The agency should also expand shared production hubs for music, podcasting, and small creative businesses, while introducing signature initiatives like Independent Film Week and a global NYC Music Summit to showcase the city’s status as a worldwide creative hub.

To integrate creatives into city agencies, the city should expand the existing Public Artists in Residence (PAIR) program by creating full-time civic artist positions within influential departments, including Housing Preservation and Development, Transportation, Youth and Community Development, City Planning, and DOB—none of which have previously hosted a PAIR artist.

Furthermore, each agency should launch a “+Art” initiative, pairing artists with public servants to co-design creative projects, community engagement campaigns, and civic improvements.

Elected officials should also establish recurring revenue streams dedicated to arts and culture. One approach could be a voluntary surcharge on overnight hotel stays, with proceeds directed to a “Parks and Culture Fund” to support public art and recreation. The city could also pilot designated “Cultural Districts,” funded through assessments on nearby property owners, to sustain programming and maintenance in key cultural areas.

Finally, the city should tackle a major equity issue in its creative economy: it does not yet reflect the diversity of its communities. To expand access to well-paying careers in the arts and design, city leaders should launch a “Creative Pathways” program and a “Talent Pipeline Initiative” across public schools and the CUNY system.

For grades K–12, the next administration should build on the FutureReadyNYC initiative by establishing “Creative Schools NYC,” which would ensure high-quality arts and creative-skills instruction in every grade.

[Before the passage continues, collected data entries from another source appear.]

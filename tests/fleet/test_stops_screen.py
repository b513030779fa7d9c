"""Cast: Cora, a contact of the weir, sees that a module stands still; Cleo of the crew has it running again."""

from __future__ import annotations

import datetime as dt

import pytest
import time_machine
from django.test import Client
from django.urls import reverse

from fleet.models import Stop
from tests.factories import Carriage, make_contact, make_site
from tests.fleet.log_page import written

pytestmark = pytest.mark.django_db
NOW = dt.datetime(2026, 3, 9, 14, 5, tzinfo=dt.UTC)


@pytest.fixture(autouse=True)
def _now():
    with time_machine.travel(NOW, tick=False):
        yield


@pytest.fixture
def weir() -> Carriage:
    return Carriage(code="KM-1")


def address(name: str = "report_stop") -> str:
    return reverse(name, args=["KM-1"])


def signed_in(person) -> Client:
    client = Client()
    client.force_login(person)
    return client


def filled(client: Client, **typed: str) -> dict[str, str]:
    form = client.get(address()).context["form"]
    return {field.html_name: written(field.value()) for field in form if field.value() not in (None, "")} | typed


def test_a_contact_reports_a_stop_in_the_sites_own_time(weir):
    weir.site.zone = "Europe/Madrid"
    weir.site.save()
    cora = signed_in(weir.contact)
    data = filled(cora, note="motor hums", time="11:30")
    assert cora.post(address(), data).url == "/m/KM-1"
    assert cora.post(address(), data).url == "/m/KM-1"  # tapped twice
    stop = Stop.objects.get()
    assert stop.stopped_at == dt.datetime(2026, 3, 9, 10, 30, tzinfo=dt.UTC)
    assert (stop.reported_by, stop.note, stop.site) == (weir.contact, "motor hums", weir.site)


def test_a_stop_on_record_is_told_not_asked_for_again(weir):
    cora = signed_in(weir.contact)
    data = filled(cora)
    cora.post(address(), data)
    page = cora.get(address()).content.decode()
    assert "You need not report it again" in page
    other = signed_in(weir.crew).post(address(), {**data, "entry_key": "5c0e6a5e-43b8-4d0b-9c95-000000000001"})
    assert other.status_code == 422
    assert "on record" in other.content.decode()
    assert Stop.objects.count() == 1


def test_the_crew_says_that_it_runs_again_and_contacts_do_not(weir):
    cora, cleo = signed_in(weir.contact), signed_in(weir.crew)
    cora.post(address(), filled(cora, time="09:00"))
    running = {"day": "2026-03-09", "time": "13:00"}
    assert cora.post(address("end_stop"), running).status_code == 403
    assert cleo.get(address("end_stop")).status_code == 405
    early = cleo.post(address("end_stop"), {**running, "time": "08:00"})
    assert early.status_code == 422
    assert early.context["running"].errors["time"]
    assert cleo.post(address("end_stop"), running).status_code == 302
    assert Stop.objects.get().running_at == dt.datetime(2026, 3, 9, 13, 0, tzinfo=dt.UTC)
    again = cleo.post(address("end_stop"), running, follow=True)
    assert "does not stand still on record" in again.content.decode()


def test_a_contact_of_another_site_does_not_see_the_module(weir):
    stranger = signed_in(make_contact(make_site()))
    assert stranger.get(address()).status_code == 404
    assert stranger.post(address(), {"day": "2026-03-09", "time": "09:00"}).status_code == 404


@pytest.mark.parametrize(
    ("field", "typed"),
    [
        ("day", "2026-03-10"),
        ("day", ""),
        ("time", "99:99"),
        ("time", "14:30"),
        ("note", "n" * 10_000),
        ("note", "\x00"),
        ("entry_key", "k"),
    ],
)
def test_what_does_not_fit_is_told_beside_the_field(weir, field, typed):
    cora = signed_in(weir.contact)
    answer = cora.post(address(), filled(cora, **{field: typed}))
    assert answer.status_code == 422
    assert answer.context["form"].errors[field]
    assert not Stop.objects.exists()


def test_an_hour_that_does_not_exist(weir):
    """Portugal put its clocks on at 01:00 on 30 March 2025 (tz database)."""
    cora = signed_in(weir.contact)
    answer = cora.post(address(), filled(cora, day="2025-03-30", time="01:15"))
    assert "did not exist" in answer.context["form"].errors["time"][0]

The program would also expand opportunities with small nonprofit organizations, integrate creative careers into the city’s youth apprenticeship programs, and boost participation from the creative sector in the Summer Youth Employment Program.

At the college and early-career level, the city should create a “Creative Economy Talent Pipeline” to connect CUNY students and adult learners with paid internships, mentorship opportunities, and clear pathways into a wide range of creative careers.